Purpose: The aims of this study are to evaluate whether cytochrome P450 (CYP)2D1/2D2-deficient dark agouti (DA) rats and/or CYP2D1/2D2-replete Sprague-Dawley (SD) rats are suitable preclinical models of the human, with respect to mirroring the very low plasma concentrations of metabolically derived oxymorphone seen in humans following oxycodone administration, and to examine the effects of streptozotocin-induced diabetes on the pharmacokinetics of oxycodone and its metabolites, noroxycodone and oxymorphone, in both rodent strains.
Methods: High-performance liquid chromatography-electrospray ionization-tandem mass spectrometry was used to quantify the serum concentrations of oxycodone, noroxycodone, and oxymorphone following subcutaneous administration of bolus doses of oxycodone (2 mg/kg) to groups of nondiabetic and diabetic rats.

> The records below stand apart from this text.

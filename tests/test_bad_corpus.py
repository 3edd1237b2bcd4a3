"""The corpus of bad inputs (tests/badcorpus.py), through the command line as a user meets it.

One study holds every damaged recording (files, markers, channels, signal), each at its
own site, in a folder whose name has a space and non-ASCII letters; the definition
mistakes are the cases of tests/test_config.py run through ``heschl check``. For every
case: the one-line message, the exit code, no partial outputs, the inputs unchanged, the
other recordings unaffected; and ``heschl run`` meets, before cleaning, exactly what
``heschl check`` reported (one code path). DEVELOPERS.md lists every case.
"""
import hashlib
import re
from pathlib import Path

import pytest

from heschl.cli import main

gen2 = pytest.importorskip("gen2")
badcorpus = pytest.importorskip("badcorpus")

ROOT = Path(__file__).parents[1]


def _hashes(root):
    return {p: hashlib.sha256(p.read_bytes()).hexdigest()
            for p in sorted(Path(root, "raw").rglob("*")) if p.is_file() and not p.is_symlink()}


@pytest.fixture(scope="module")
def tiny(tmp_path_factory):
    root = tmp_path_factory.mktemp("tiny")
    study = gen2.make_study(root, n_channels=32, subjects=1, paradigms=("oddball",), size="test", seed=4,
                            sfreq=250.0, duration_s=20.0)
    common = re.search(r"^common_channels = \[(.*)\]$", study.read_text(encoding="utf-8"), flags=re.M).group(1)
    return next(root.rglob("*_raw.fif")), [c.strip().strip('"') for c in common.split(",")]


@pytest.fixture(scope="module")
def corpus(tiny, tmp_path_factory):
    """Every case and one intact recording, checked once (the check's lines by file)."""
    import os

    fif, common = tiny
    root = tmp_path_factory.mktemp("corpus") / "bad input Ω é"
    study, ids, goods = badcorpus.build(root, fif, common)
    before = _hashes(root)
    cwd = os.getcwd()
    os.chdir(root)
    try:
        code, out = _main(["check", "study.toml"])
    finally:
        os.chdir(cwd)
    return {"root": root, "study": study, "ids": ids, "goods": goods, "code": code, "out": out, "before": before}


def _main(args):
    import contextlib
    import io

    out, err = io.StringIO(), io.StringIO()
    with contextlib.redirect_stdout(out), contextlib.redirect_stderr(err):
        code = main(args)
    return code, out.getvalue() + err.getvalue()


def _lines(out, pid, kind):
    """The ``kind`` ("problem" or "warning") lines of participant ``pid``'s file."""
    return [line.strip()[len(kind) + 2:] for line in out.splitlines()
            if line.strip().startswith(kind + ":") and f"/{pid}/" in line]


@pytest.mark.parametrize("case", sorted(badcorpus.CASES))
def test_check_reports_each_case_in_one_line(corpus, case):
    _, _, outcome, words = badcorpus.CASES[case]
    pid = corpus["ids"][case]
    problems, warnings = _lines(corpus["out"], pid, "problem"), _lines(corpus["out"], pid, "warning")
    if outcome == "error":
        (line,) = problems
        assert line.startswith(f"raw/case_{case.replace('-', '_')}/{pid}/{pid}_task-oddball"), line
        assert line.endswith("."), line     # where: what; fix.
        assert "; " in line and "Traceback" not in line
        for w in words:
            assert w in line, (w, line)
    elif outcome == "warn":
        assert not problems, problems
        for w in words:
            assert any(w in x for x in warnings), (w, warnings)
    else:
        assert not problems and not warnings, problems + warnings


def test_check_counts_the_corpus_and_exits_1(corpus):
    n_error = sum(c[2] == "error" for c in badcorpus.CASES.values())
    assert corpus["code"] == 1
    found = len(badcorpus.CASES) + len(corpus["goods"])
    assert f"{found} recording(s) found, {n_error} with problems" in corpus["out"]
    assert not (corpus["root"] / "derivatives").exists()      # check writes nothing
    assert _hashes(corpus["root"]) == corpus["before"]


#: Processed fully by the run test (the rest of the warn/pass cases are processed like
#: these; check covers them): kept few, for the suite's time.
RUN_ALSO = ("signal-nan-stretch", "markers-past-the-end")


@pytest.fixture(scope="module")
def corpus_run(tiny, tmp_path_factory):
    fif, common = tiny
    cases = [c for c, v in badcorpus.CASES.items() if v[2] == "error"] + list(RUN_ALSO)
    root = tmp_path_factory.mktemp("corpus-run")
    study, ids, goods = badcorpus.build(root, fif, common, cases=cases, good=1)
    before = _hashes(root)
    code_check, out_check = _main(["check", str(study)])
    code, out = _main(["-q", "run", "--jobs", "2", str(study)])
    return {"root": root, "ids": ids, "goods": goods, "code": code, "out": out, "check": out_check,
            "before": before, "output": root / "derivatives" / "heschl"}


def test_run_stops_each_bad_recording_with_the_line_check_printed(corpus_run):
    import pandas as pd

    r = corpus_run
    assert r["code"] == 1
    stopped = {}
    for line in r["out"].splitlines():
        m = re.match(r"\s*(failed|unusable): (.*)$", line)
        if m:
            stopped[line] = m.groups()
    qc = pd.read_csv(r["output"] / "group" / "qc.tsv", sep="\t").set_index("participant_id")
    for case, pid in r["ids"].items():
        outcome = badcorpus.CASES[case][2]
        (checked,) = _lines(r["check"], pid, "problem") or [None]
        mine = [(kind, text) for kind, text in stopped.values() if f"/{pid}/" in text]
        if outcome != "error":
            assert checked is None and not mine, (case, checked, mine)
            assert not str(qc.loc[pid, "flags"]).startswith("stopped")
            continue
        (kind, text), = mine
        # the run's line holds the check's line: the same rule, the same words
        assert checked in text or checked.split(": ", 1)[1] in text, (case, checked, text)
        assert qc.loc[pid, "verdict"] == ("failed" if kind == "failed" else "unusable"), case
        outputs = list(r["output"].glob(f"{pid}/*/*"))
        if kind == "failed":      # unreadable: no output at all, nothing half-written
            assert outputs == [], (case, outputs)
        else:                     # read but unusable: its page and records, no features
            names = {p.name.split("_", 2)[-1] for p in outputs}
            assert {"review.html", "qc.json", "provenance.json"} <= names, (case, names)
            table = next(p for p in outputs if p.name.endswith("_features.tsv"))
            assert len(table.read_text(encoding="utf-8").strip().splitlines()) == 1, case   # its header only


def test_run_writes_every_good_output_and_leaves_inputs_and_no_temporary_file(corpus_run):
    r = corpus_run
    for pid in r["goods"]:
        assert (r["output"] / pid / "eeg" / f"{pid}_task-oddball_provenance.json").exists()
    assert _hashes(r["root"]) == r["before"]
    assert [p for p in r["output"].rglob("*") if ".tmp" in p.name or p.name.startswith(".")] == []


# --------------------------------------------------------------------------- definitions
from test_config import INVALID, PARADIGMS  # noqa: E402  (the loader's cases)


@pytest.mark.parametrize("case", sorted(INVALID))
def test_a_definition_mistake_stops_check_with_one_line_and_exit_2(case, tmp_path, monkeypatch):
    kind, base, text, key, what, fix = INVALID[case]
    monkeypatch.chdir(tmp_path)
    (tmp_path / "participants.tsv").write_text("participant_id\tsite\nsub-01\talpha\n")
    (tmp_path / "raw" / "alpha").mkdir(parents=True)
    study = _definition_study(kind, base, text, tmp_path)
    code, out = _main(["check", study.name])
    (line,) = out.strip().splitlines()
    assert code == 2, (case, line)
    assert line.startswith(f"heschl: {kind}.toml: " + (f"{key}: " if key else "")), line
    assert fix in line and all(w in line for w in what), (case, line)
    written = {"participants.tsv", "raw", "study.toml", f"{kind}.toml"} | ({f"{base}.toml"} if kind == "features" else set())
    assert {p.name for p in tmp_path.iterdir()} == written      # nothing written by check


def _definition_study(kind, base, text, folder):
    """The study file for one definition case: the broken file itself (a study), or a
    study naming the broken paradigm or feature set file."""
    from test_config import STUDY

    if kind == "study":
        (folder / "study.toml").write_text(text)
        return folder / "study.toml"
    (folder / f"{kind}.toml").write_text(text)
    if kind == "paradigm":
        analyses = 'paradigm = "paradigm.toml"\nfeature_sets = ["oddball-core"]'
    else:
        (folder / f"{base}.toml").write_text(PARADIGMS[base])
        analyses = f'paradigm = "{base}.toml"\nfeature_sets = ["features.toml"]'
    study = STUDY.replace('paradigm = "oddball"\nfeature_sets = ["oddball-core"]', analyses)
    (folder / "study.toml").write_text(study)
    return folder / "study.toml"


# --------------------------------------------------------------------------- places
def test_an_output_folder_inside_the_recordings_is_refused(tiny, tmp_path):
    fif, common = tiny
    study, ids, goods = badcorpus.build(tmp_path, fif, common, cases=[], good=1)
    study.write_text(study.read_text(encoding="utf-8").replace('output = "derivatives/heschl"',
                                                               'output = "raw/case_intact/heschl"'), encoding="utf-8")
    before = _hashes(tmp_path)
    for command in ("check", "run"):
        code, out = _main([command, str(study)])
        (line,) = out.strip().splitlines()
        assert code == 2 and "output: " in line and "lies inside raw/case_intact" in line, line
        assert "sites.case_intact.files.oddball" in line and "outside the recordings" in line, line
    assert not (tmp_path / "raw" / "case_intact" / "heschl").exists()
    assert _hashes(tmp_path) == before


def test_permission_denied_on_the_output_is_one_line(tiny, tmp_path, monkeypatch):
    # The suite may run as root, where a read-only folder is still writable: the refusal
    # is simulated by patching the folder maker, as the operating system reports it.
    import errno

    fif, common = tiny
    study, ids, goods = badcorpus.build(tmp_path, fif, common, cases=[], good=1)
    real = Path.mkdir

    def refuse(self, *a, **k):
        if "derivatives" in self.parts:
            raise PermissionError(errno.EACCES, "Permission denied", str(self))
        return real(self, *a, **k)

    monkeypatch.setattr(Path, "mkdir", refuse)
    code, out = _main(["-q", "run", str(study)])
    (line,) = [x for x in out.strip().splitlines() if "heschl:" in x or "failed:" in x]
    assert code == 1 and "cannot be written: permission denied" in line and "choose an output folder" in line, out
    assert not (tmp_path / "derivatives").exists()


# --------------------------------------------------------------------------- the table
def test_every_case_is_in_the_developers_table():
    text = (ROOT / "DEVELOPERS.md").read_text(encoding="utf-8")
    table = text[text.index("## Bad input: cases, messages, tests"):]
    table = table[:table.index("\n## ", 5)]
    missing = [c for c in [*badcorpus.CASES, *INVALID] if f"`{c}`" not in table]
    assert not missing, missing
    assert len(badcorpus.CASES) + len(INVALID) >= 60


def test_nan_samples_are_held_and_their_trials_dropped(corpus_run):
    # Before: NaN samples reached the filters and spread over the whole channel; now they
    # are held at the last finite value (a stuck run) and the trials touching 8-9 s drop.
    # The case (tests/badcorpus.py) writes NaN at 8.0-9.0 s (samples 2000-2250 at 250 Hz);
    # a trial of the oddball's window -0.1..0.5 s touches it when its onset lies in
    # 7.5-9.1 s; the lower bound 7.3 is that with 0.2 s of slack.
    import json

    pid = corpus_run["ids"]["signal-nan-stretch"]
    folder = corpus_run["output"] / pid / "eeg"
    prov = json.loads(next(folder.glob("*_provenance.json")).read_text(encoding="utf-8"))
    spans = prov["steps"]["harmonise"]["non_finite"]
    assert sorted(spans) == ["F7", "Fp1", "Fp2"] and all(s == [[2000, 2250]] for s in spans.values())
    dropped = [e for e in prov["steps"]["trial_log"] if not e["kept"] and (e["reason"] or "").startswith("saturation")]
    assert dropped and all(7.3 < e["onset_s"] < 9.1 for e in dropped), dropped
    features = (folder / f"{pid}_task-oddball_features.tsv").read_text(encoding="utf-8")
    assert "nan" not in features.lower().replace("n/a", "")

Results: The mean (+/-SEM) areas under the serum concentration vs. time curves for oxycodone and noroxycodone were significantly higher in DA relative to SD rats (diabetic, p<0.05; nondiabetic, p<0.005). Serum concentrations of oxymorphone were very low (<6.9 nM).
Conclusions: Both DA and SD rats are suitable rodent models to study oxycodone's pharmacology, as their systemic exposure to metabolically derived oxymorphone (potent micro-opioid agonist) is very low, mirroring that seen in humans following oxycodone administration. Systemic exposure to oxycodone and noroxycodone was consistently higher for DA than for SD rats showing that strain differences predominated over diabetes status.